Unfortunately, it has come to voting for the candidate who we think will do the least damage, rather than the best job.:sad:


----------



## ban_t (Dec 27, 2005)

For the Time Being I think all the candidates are just playing too the crowd.
For me it's just too early to make a good decision. I am watching and I can only say this. I will not vote Dem/liberal Socialist party. So I will sit back for a bit to make a imformed choice. One that is based on Their Morals, Sence of Justice, Overall voting record for whatever office they held before. That is the real track history of Who They Really Are. 
So as long as we all stay well imformed, We can make a good fair Vote For Our Future. 
Do not Trust the Drive-By Media (nbc,cbs,abc) They will not ever tell us the real truth. Follow the Money and history of the candidates, They cannot hide from Pubic information that is left out of the news. http://www.newsmax.com/archives/articles/2007/5/29/123355.shtml?s=al&promo_code=34AE-1
Just my 2 cents:wink:


----------



## Wolf among dogs (Jan 5, 2007)

Unfortunately, it has come to voting for the candidate who we think will do the least damage, rather than the best job.
__________________
Here,Here. I feel the same way. Its a corrupt system and who you like is who you like.Ones religon being judged is sad, just like judging him /her for his skin...pretty lame in my eyes. I think it should be based on facts and education(but thats a perfect system and we dont have one!)
The things US citizens need they arent getting so its all moot in my eyes.Things have to change all over, not just one office.
I love America and what it stands for, not what it tolerates and puts up with and not with a government like the one we have now!
Oh and for all the Flag wavers out there..Yea I was in the Army for 10 Years and did my time !


----------



## Whaack (Apr 2, 2006)

RON PAUL FOR PRESIDENT!

Ron Paul is by FAR the best canidate this country has had in a very long time, Dem or Rep.


----------



## Yellowfin (Mar 6, 2007)

Whaack said:


> RON PAUL FOR PRESIDENT!
> 
> Ron Paul is by FAR the best can*d*idate this country has had in a very long time, Dem or Rep.

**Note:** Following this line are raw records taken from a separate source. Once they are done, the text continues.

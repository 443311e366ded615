/**
 * The report in a print-ready view over the app: the whole report page (its own styles, in a shadow root so they
 * do not touch the app), the caution above it, and a bar with "Print / save as PDF" and "Back". On opening it
 * calls the browser's print dialog; when printing, only the report is on paper (the app frame and the bar are
 * hidden by the print style sheet).
 */
import { useEffect, useRef } from 'react';
import { APP_CAUTION } from '../caution.ts';
import { printableReport } from '../platform/printReport.ts';

/** Fills `host`'s shadow root with the report: styles as a constructed sheet, `style` attributes via CSSOM. */
function mountReport(host: HTMLElement, html: string): void {
  const report = printableReport(html);
  const root = host.shadowRoot ?? host.attachShadow({ mode: 'open' });
  const sheet = new CSSStyleSheet();
  sheet.replaceSync(report.css);
  root.adoptedStyleSheets = [sheet];
  const parsed = new DOMParser().parseFromString(
    `<!doctype html><html><body>${report.body}</body></html>`,
    'text/html',
  );
  const styled: { el: Element; css: string }[] = [];
  for (const el of parsed.body.querySelectorAll('[data-print-style]')) {
    styled.push({ el, css: el.getAttribute('data-print-style') ?? '' });
    el.removeAttribute('data-print-style');
  }
  // Scripts never run in the view (the report has none; any found are dropped).
  for (const s of parsed.body.querySelectorAll('script')) s.remove();
  root.replaceChildren(...[...parsed.body.childNodes].map((n) => document.adoptNode(n)));
  for (const { el, css } of styled) (el as HTMLElement | SVGElement).style.cssText = css;
}

export function PrintView(props: { html: string; onClose(): void; autoPrint?: boolean }) {
  const host = useRef<HTMLDivElement>(null);
  const back = useRef<HTMLButtonElement>(null);
  const { html, onClose } = props;
  const autoPrint = props.autoPrint !== false;

  useEffect(() => {
    if (!host.current) return;
    mountReport(host.current, html);
    document.documentElement.classList.add('printing');
    // The app behind the view takes no focus or clicks while the view is open (Tab stays in the view).
    const frame = document.querySelector('.frame');
    frame?.setAttribute('inert', '');
    back.current?.focus();
    let raf = 0;
    if (autoPrint) raf = requestAnimationFrame(() => requestAnimationFrame(() => window.print()));
    return () => {
      cancelAnimationFrame(raf);
      frame?.removeAttribute('inert');
      document.documentElement.classList.remove('printing');
    };
  }, [html, autoPrint]);

  useEffect(() => {
    const onKey = (e: KeyboardEvent): void => {
      if (e.key === 'Escape') {
        e.preventDefault();
        e.stopPropagation();
        onClose();
      }
    };
    window.addEventListener('keydown', onKey, true);
    return () => window.removeEventListener('keydown', onKey, true);
  }, [onClose]);

  return (
    <div
      className="print-view"
      role="dialog"
      aria-modal="true"
      aria-label="Report ready to print"
      data-testid="print-view"
    >
      <div className="print-bar">
        <button ref={back} onClick={onClose} data-testid="print-close">
          Back to the app (Esc)
        </button>
        <button onClick={() => window.print()} data-testid="print-again">
          Print / save as PDF…
        </button>
        <span className="hint">
          In the print dialog choose a printer, or “Save as PDF” as the destination. Only the report is
          printed.
        </span>
      </div>
      <p className="print-caution" role="note" data-testid="print-caution">
        {APP_CAUTION}
      </p>
      <div className="print-report" ref={host} data-testid="print-report-body" />
    </div>
  );
}
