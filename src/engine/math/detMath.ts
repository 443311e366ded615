/**
 * Deterministic elementary functions: the same bits in every JavaScript runtime.
 *
 * The runtime's `Math.exp`, `Math.log`, `Math.pow`, `Math.sin`, ... are not specified to the last bit and differ
 * between engine versions, so a study saved in one runtime would not re-run bit for bit in another. Everything here
 * is built only from IEEE 754 basic operations (+ − × ÷, `Math.sqrt`, `Math.abs`, comparisons), which are correctly
 * rounded everywhere, and from reads/writes of the two 32-bit words of a double through a typed-array view.
 *
 * Sources (ports; comments beside each routine name its file):
 * - Sun Microsystems, fdlibm 5.3 (1993–2004): e_exp.c, e_log.c, e_pow.c, s_expm1.c, s_log1p.c, k_sin.c, k_cos.c,
 *   s_sin.c, s_cos.c, e_rem_pio2.c, s_atan.c, e_atan2.c. fdlibm documents an error below 1 ulp for each.
 *   Credit: "Copyright (C) 1993 by Sun Microsystems, Inc. All rights reserved. Developed at SunSoft, a Sun
 *   Microsystems, Inc. business. Permission to use, copy, modify, and distribute this software is freely granted,
 *   provided that this notice is preserved."
 * - Reduction of huge trigonometric arguments (|x| > 2^19·π/2): exact integer arithmetic with BigInt against 1584
 *   bits of 2/π, the idea of M. H. Payne and R. N. Hanek, "Radian reduction for trigonometric functions",
 *   SIGNUM Newsletter 18(1) (1983) 19–24 (fdlibm's k_rem_pio2.c does the same in floating point).
 * - hypot: scaling by a power of two, then Dekker's exact products and a corrected square root
 *   (T. J. Dekker, "A floating-point technique for extending the available precision", Numer. Math. 18 (1971)
 *   224–242: mul12 and the Veltkamp split).
 *
 * The scratch views below are the only module state; every function writes then reads them within one call, so no
 * value survives between calls (JavaScript runs one function at a time per thread).
 */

Which with the way things go will be precisely why he won't be allowed to win. Who will win will be the biggest political harlot who can lift their skirt to the most bidders. From what I have read Ron Paul looks good but there lies the problem with anyone running for office: the information being given is always only what we are given. I can't say I know the guy personally so I can't take anything at face value. Sadly there isn't something like a Zagat rating or Consumer Reports for politicians that measures consistency in an absolutely complete airtight objective manner that includes all the facts, the complete facts, and nothing but the facts. Party politicians tend to dance around the facts like flies from a fly swatter. We also don't have a crystal ball to gaze into the future with perfect clarity, either.

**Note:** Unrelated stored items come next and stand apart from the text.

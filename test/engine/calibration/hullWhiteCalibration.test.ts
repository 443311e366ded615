import { describe, expect, it } from 'vitest';
import seedrandom from 'seedrandom';
import {
  calibrateHullWhite,
  hullWhiteModelPrices,
  rateQuotes,
} from '../../../src/engine/calibration/hullWhiteCalibration.ts';
import { makeCurve } from '../../../src/engine/market/index.ts';
import { makeHullWhite } from '../../../src/engine/models/index.ts';
import { bachelierImpliedVol } from '../../../src/engine/calibration/blackFormulas.ts';
import type { RateVolSpec } from '../../../src/engine/market/types.ts';
import { HULL_HW, flatCurveSpec, hwCapletVols } from './syntheticMarket.ts';

const curveSpec = flatCurveSpec('DOM', 0.03);
const curve = makeCurve(curveSpec);
const EXP = [1, 2, 3, 4, 5, 7, 10, 12, 15, 20];

describe('Hull–White calibration', () => {
  it('prices the recomputed caplet case of published.md §3 through its quote path', () => {
    // Worked case constructed in /work/shared/reference/published.md §3 (QuantLib 1.29, AnalyticCapFloorEngine):
    // a=0.1, σ=0.01, flat 5% continuous, caplet on [1y, 2y], accrual 1, K=5%, notional 100 → 0.404159032308.
    const c5 = makeCurve(flatCurveSpec('X', 0.05));
    const q = rateQuotes(
      { instrument: 'caplet', type: 'normal', quotes: [{ expiry: 1, tenor: 1, strike: 0.05, vol: 0.01 }] },
      c5,
      'r',
    );
    // K = 5% is below the forward e^{0.05} − 1, so the quote is priced on its out-of-the-money side (a floorlet);
    // cap = floor + τ P(0,2) (F − K) (put–call parity, common practice).
    expect(q[0]!.isCall).toBe(false);
    const floor = 100 * hullWhiteModelPrices({ a: 0.1, sigma: 0.01 }, c5, q)[0]!;
    const cap = floor + 100 * q[0]!.annuity * (q[0]!.forward - 0.05);
    expect(Math.abs(cap - 0.404159032308), `got ${cap}`).toBeLessThan(1e-9);
  });

  for (const type of ['normal', 'lognormal'] as const) {
    it(`recovers a and σ from noiseless ${type} caplet vols (Hull problem parameters a = 0.08, σ = 0.01)`, () => {
      const spec = hwCapletVols(curveSpec, HULL_HW, EXP, type);
      const r = calibrateHullWhite({ currency: 'DOM', curve, rateVols: spec });
      const info = JSON.stringify({ got: r.params, rmse: r.rmseVol });
      expect(r.ok, info).toBe(true);
      expect(Math.abs(r.params.a - 0.08), info).toBeLessThan(1e-6);
      expect(Math.abs((r.params.sigma as number) - 0.01), info).toBeLessThan(1e-8);
      expect(r.volUnit).toBe(type === 'normal' ? 'bp' : 'vol points');
      expect(r.rmseVol).toBeLessThan(1e-6);
    });
  }

  it('honours the quote type: lognormal vols read as normal give a different, badly fitting model', () => {
    const spec = hwCapletVols(curveSpec, HULL_HW, EXP, 'lognormal');
    // Relabelled lognormal vols (~0.3) are rejected as implausible normal vols, with the fix.
    expect(() =>
      calibrateHullWhite({ currency: 'DOM', curve, rateVols: { ...spec, type: 'normal' } }),
    ).toThrow(/lognormal vol in a normal block/);
  });

  it('recovers a and σ from co-terminal swaption normal vols priced by Jamshidian', () => {
    // Quotes from the model layer's Jamshidian swaption (Jamshidian 1989), ATM, annual fixed leg, ending at 12y.
    const m = makeHullWhite(curve, { a: 0.05, sigma: 0.009 });
    const quotes = [1, 2, 3, 5, 7, 10].map((T) => {
      const tenor = 12 - T;
      const pay = Array.from({ length: tenor }, (_, k) => T + k + 1);
      const ann = pay.reduce((s, t) => s + curve.df(t), 0);
      const S = (curve.df(T) - curve.df(pay[pay.length - 1]!)) / ann;
      const price = m.swaption({ type: 'payer', expiry: T, payTimes: pay, strike: S });
      return {
        expiry: T,
        tenor,
        vol: bachelierImpliedVol({ forward: S, strike: S, expiry: T, df: ann, isCall: true, price }),
      };
    });
    const spec: RateVolSpec = { instrument: 'swaption', type: 'normal', frequency: 1, quotes };
    const r = calibrateHullWhite({ currency: 'DOM', curve, rateVols: spec });
    expect(Math.abs(r.params.a - 0.05), JSON.stringify(r.params)).toBeLessThan(1e-6);
    expect(Math.abs((r.params.sigma as number) - 0.009)).toBeLessThan(1e-8);
  });

  it('recovers piecewise-constant σ when a is known, each piece within 1e-7', () => {
    const hw = { a: 0.08, sigma: [0.012, 0.011, 0.0095, 0.009, 0.0085], sigmaTimes: [1, 2, 3, 5, 10] };
    const spec = hwCapletVols(curveSpec, hw, [1, 2, 3, 5, 10], 'normal');
    const r = calibrateHullWhite({ currency: 'DOM', curve, rateVols: spec, mode: 'piecewise', fixedA: 0.08 });
    const got = r.params.sigma as number[];
    hw.sigma.forEach((s, i) =>
      expect(Math.abs(got[i]! - s), `piece ${i}: ${got[i]} vs ${s}`).toBeLessThan(1e-7),
    );
    expect(r.params.sigmaTimes).toEqual([1, 2, 3, 5, 10]);
  });

  it('on seeded noisy quotes (0.3 bp) lands within 3 reported standard errors of a and σ', () => {
    const rng = seedrandom('hw-noise-1');
    const spec = hwCapletVols(curveSpec, HULL_HW, EXP, 'normal');
    const noisy = {
      ...spec,
      quotes: spec.quotes.map((q) => ({ ...q, vol: q.vol + 0.00003 * Math.sqrt(3) * (2 * rng() - 1) })),
    };
    const r = calibrateHullWhite({ currency: 'DOM', curve, rateVols: noisy });
    const sa = r.fit.standardErrors.a!;
    const ss = r.fit.standardErrors.sigma!;
    expect(Math.abs(r.params.a - 0.08), `a ${r.params.a} SE ${sa}`).toBeLessThan(3 * sa);
    expect(Math.abs((r.params.sigma as number) - 0.01), `σ ${r.params.sigma} SE ${ss}`).toBeLessThan(3 * ss);
    expect(sa).toBeLessThan(0.02);
  });

  it('rejects a block without its quote type, naming the field and the fix', () => {
    const spec = hwCapletVols(curveSpec, HULL_HW, EXP, 'normal') as Partial<RateVolSpec>;
    delete spec.type;
    expect(() => calibrateHullWhite({ currency: 'DOM', curve, rateVols: spec as RateVolSpec })).toThrow(
      /rateVols\.DOM\.type must state the quote type/,
    );
  });

  it('rejects a single quote when both a and σ are free', () => {
    const spec = hwCapletVols(curveSpec, HULL_HW, [5], 'normal');
    expect(() => calibrateHullWhite({ currency: 'DOM', curve, rateVols: spec })).toThrow(/at least 2 quotes/);
  });
});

I did, however, read a good joke recently:

Hillary Clinton was talking with the Queen of England about her election bid and how she'd like to be known in history. "I would like to known as head of the American Kingdom," she said. Her Majesty replied "Oh no, it can't be a kingdom. It's not ruled by a king or queen." "Well then, if I win, it will be known as an empire instead." "But there is no position of emperor or empress, so that won't do either" said the Queen. Hillary looks sad. "Now dear, " said the Queen, "I think if you win it will work just fine being called a country."


----------



## Stink Foot (Dec 10, 2006)

this crop of presidental hopefuls remind me of that episode of south park ware they were voting on a new mascot, and the choices were a giant duech or big fat turd sandwich. Either way we are screwed.


----------



## VLODPG (Dec 5, 2006)

If Fred Thompson thows his hat in, he's got my vote!


----------



## Topgunnr (Apr 19, 2005)

I just don't know yet...........


----------



## camotoe (Sep 19, 2006)

Ron Paul sounds too much like Rube Paul. Google it.ukey:


----------



## Yellowfin (Mar 6, 2007)

Oh you mean Rupaul, the formerly male person?


----------



## Northforker (Oct 11, 2004)

I hope Fred Thompson runs. There are presently NO viable candidates.


----------



## camotoe (Sep 19, 2006)

Yellowfin said:


> Oh you mean Rupaul, the formerly male person?


yup


----------



## blackriverreds (Jul 17, 2007)

> If Fred Thompson thows his hat in, he's got my vote!


ditto


----------



## NitroJunkie (Jul 10, 2007)

Forrest says, "politicians are like a box of chocolates......you never know what you're gonna get."

I don't trust one as far as I could throw the other. It's a dirty game of cards and integrity isn't even in the deck. Neither is honesty, fairness nor pride. I love our country, but damn I hate the politics behind it


----------



## buck_hunter21 (Jul 1, 2007)

*The man....*

Thompson..... period.


----------



## ban_t (Dec 27, 2005)

I would back Fred Thompson without much of a question. http://fredfile.imwithfred.com/
Although Newt Gringrich is still undecided http://www.newt.org/default.asp He could really mix things up. 
the Lib's are just makeing noise right now. I will wait for the Primary to see the shake up of the Lib's


----------



## tpatrickm (Mar 10, 2007)

i don't think ron paul has a chance. the better vote would be none of the above idiots.


----------



## Bow_Rep (Sep 14, 2006)

If Fred Thompson runs, he'll get my support. Otherwise, the Repub's have some pretty weak sisters. 

I'd like to see Newt get the nod, but the lib media and the extreme whacko lefties would crucify a man like that at every possible opportunity. If you think that they are hateful towards GW, it would pale in comparison to what they'd give Newt.

Expect that hag from NY to be on the Lib ticket, nobody else has a prayer.


----------



## camotoe (Sep 19, 2006)

Don't know much about Thompson, but curious why there's so much attraction to him as a candidate? What's he done that makes people like him so?


----------



## Yellowfin (Mar 6, 2007)

camotoe said:


> Don't know much about Thompson, but curious why there's so much attraction to him as a candidate? What's he done that makes people like him so?


My guess is that he's recognizable and thus most easily elected and that he's had the shortest political career so we'd be getting less product convergence. If he could start up a gold standard platform I'd be very pleased.


----------



## Bowtech_08 (Aug 2, 2007)

Is that true Ted Nugent actually running for president or that just a hoax?


----------